Pacific Section of AAPG

Abstract


The Geologic Transition, High Plateaus to Great Basin - A Symposium and Field Guide (The Mackin Volume), 2001
Pages 155-168

Thermochronologic Evidence for Footwall Deformation During Extensional Core Complex Development, Mineral Mountains, Utah

Drew S. Coleman, J. Douglas Walker, John M. Bartley, K. V. Hodges

Abstract

Thermochronologic data from the Mineral Mountains extensional core complex in southwest Utah indicate that the footwall experienced a simple cooling history prior to the onset of extension and was subsequently uplifted and tilted during extension at the Colorado Plateau-Basin and Range transition zone.

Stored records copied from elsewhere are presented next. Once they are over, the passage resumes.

//! The ingest-fault alarm through [`Monitor::observe_ingest`]: raised on growth, cleared after a
//! quiet reading, and, over random counter sequences, never a panic and raise/clear alternating.

use super::*;
use crate::alarms::{AlarmKind, EVENT_QUEUE};
use crate::formats::alarm;
use crate::gates::{Gate, GateTable};
use crate::ingest::IngestFault;
use fixed::types::U0F32;
use proptest::prelude::*;

fn monitor() -> Monitor<2> {
    let gates = GateTable::new(
        &[0],
        &[Gate {
            channel: 0,
            start: U0F32::ZERO,
            end: U0F32::from_bits(1 << 31),
            basis: Basis::Z,
            bit: 0,
        }],
    )
    .unwrap();
    let cfg = StatsConfig::new(1_000_000_000, 40_000, &gates).unwrap();
    Monitor::new(cfg, AlarmConfig::DEFAULT)
}

fn counts(overrun: u64, fifo: u64, gaps: u64, malformed: u64) -> IngestCounts {
    IngestCounts {
        overrun_words: overrun,
        fifo_full_flags: fifo,
        rollover_gaps: gaps,
        malformed_words: malformed,
        blocks: 0,
    }
}

fn events(m: &mut Monitor<2>) -> Vec<AlarmEvent> {
    core::iter::from_fn(|| m.pop_event()).collect()
}

#[test]
fn raised_on_growth_and_cleared_after_a_quiet_reading() {
    let mut m = monitor();
    m.observe_ingest(&IngestCounts::ZERO, 10);
    assert_eq!(events(&mut m), []);
    // Rollover gaps grew by 3, malformed words by 1: the larger growth is named.
    m.observe_ingest(&counts(0, 0, 3, 1), 20);
    let kind = AlarmKind::IngestFault {
        counter: IngestFault::RolloverGaps,
    };
    let ev = events(&mut m);
    assert_eq!(
        ev,
        [AlarmEvent {
            t_ps: 20,
            kind,
            raised: true,
            value_ppm: 3,
            threshold_ppm: 0,
        }]
    );
    assert_eq!(m.alarms().active(), kind.bit());
    // Still growing (another counter): stays raised, no second raise.
    m.observe_ingest(&counts(5, 0, 3, 1), 30);
    assert_eq!(events(&mut m), []);
    // Blocks alone are no fault; a quiet reading clears, naming the counter the raise named.
    let mut quiet = counts(5, 0, 3, 1);
    quiet.blocks = 9;
    m.observe_ingest(&quiet, 40);
    let ev = events(&mut m);
    assert_eq!(ev.len(), 1);
    assert_eq!((ev[0].kind, ev[0].raised, ev[0].t_ps), (kind, false, 40));
    assert_eq!(m.alarms().active(), 0);
    assert_eq!(m.alarms().raised_counts(), [0, 0, 0, 0, 1]);
    // The event is a valid alarm record.
    let mut buf = [0u8; alarm::LEN];
    assert_eq!(ev[0].emit(&mut buf), Ok(alarm::LEN));
    assert_eq!(AlarmEvent::parse(&buf), Ok(ev[0]));
}

#[test]
fn a_restarted_ingest_stage_is_no_growth_and_a_full_queue_counts_the_overflow() {
    let mut m = monitor();
    m.observe_ingest(&counts(0, 7, 0, 0), 1);
    m.observe_ingest(&IngestCounts::ZERO, 2);
    let ev = events(&mut m);
    assert_eq!(
        ev.iter().map(|e| e.raised).collect::<Vec<_>>(),
        [true, false]
    );
    assert_eq!(
        ev[0].kind,
        AlarmKind::IngestFault {
            counter: IngestFault::FifoFullFlags
        }
    );
    // Nothing taken: past EVENT_QUEUE events, each one more is counted as dropped.
    for k in 1..=(EVENT_QUEUE as u64 + 4) {
        m.observe_ingest(&counts(k, 0, 0, 0), 10 + 2 * k);
        m.observe_ingest(&counts(k, 0, 0, 0), 11 + 2 * k);
    }
    let ev = events(&mut m);
    assert_eq!(ev.len(), EVENT_QUEUE);
    assert_eq!(
        m.alarms().dropped(),
        2 * (EVENT_QUEUE as u64 + 4) - EVENT_QUEUE as u64
    );
}

proptest! {
    #[test]
    fn random_counter_sequences_never_panic_and_events_alternate(
        readings in proptest::collection::vec(
            (any::<u64>(), 0u64..3, 0u64..3, any::<bool>(), any::<u64>()),
            0..64,
        ),
    ) {
        let mut m = monitor();
        let mut prev = IngestCounts::ZERO;
        let mut active = false;
        for (k, (overrun, fifo, gaps, malformed_big, blocks)) in readings.into_iter().enumerate() {
            // Mostly small steps (so quiet readings happen), sometimes extreme values.
            let now = IngestCounts {
                overrun_words: if overrun % 4 == 0 { overrun } else { prev.overrun_words },
                fifo_full_flags: prev.fifo_full_flags.saturating_add(fifo / 2),
                rollover_gaps: prev.rollover_gaps.saturating_add(gaps / 2),
                malformed_words: if malformed_big { u64::MAX } else { prev.malformed_words },
                blocks,
            };
            let grew = IngestFault::ALL.iter().any(|&f| now.get(f) > prev.get(f));
            m.observe_ingest(&now, k as u64);
            let ev = events(&mut m);
            prop_assert!(ev.len() <= 1);
            if let Some(e) = ev.first() {
                // A raise only when inactive, a clear only when active: they alternate.
                prop_assert_eq!(e.raised, !active);
                prop_assert_eq!(e.raised, grew);
                let is_ingest = matches!(e.kind, AlarmKind::IngestFault { .. });
                prop_assert!(is_ingest, "kind {:?}", e.kind);
                active = e.raised;
            } else {
                prop_assert_eq!(grew, active);
            }
            prop_assert_eq!(m.alarms().active() != 0, active);
            prev = now;
        }
        prop_assert_eq!(m.alarms().dropped(), 0);
    }
}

The ca. 18 Ma (U-Pb, zircon) Mineral Mountains batholith, which comprises most of the footwall, was unroofed along the Cave Canyon detachment fault about 11 million years ago. The batholith underwent final cooling quickly to below K-feldspar Ar and apatite fission-track closure temperatures by 8 Ma.

Biotite and K-feldspar Ar dates become progressively younger from east to west across the batholith, reflecting its pre-extensional geometry. The oldest cooling dates (18–16 Ma) come from the structurally highest parts of the batholith on the eastern and northern margins where it intrudes Paleozoic wall rocks. The youngest cooling dates (11-9 Ma) come from the structurally deepest parts of the batholith on the west-central margin where it intrudes Precambrian basement rocks. Reconstruction of pre-extensional isotherms suggests that the eastern part of the batholith is now lying on its side, with the top to the east. Tilting of the batholith and associated footwall rocks was probably the result of isostatic rebound in response to extensional denudation.

There is no evidence for thermally complicated footwall evolution, or a genetic link between formation of local mylonites associated with the Cave Canyon detachment fault, and magmatism in the Mineral Mountains. However, eExtensional deformation exposed in the Mineral Mountains may have resulted in doming of the structurally deeper Beaver Valley fault (visible only in seismic reflection profiles). If so, this fault experienced a more complex structural and thermal history than is recorded in the Mineral Mountains.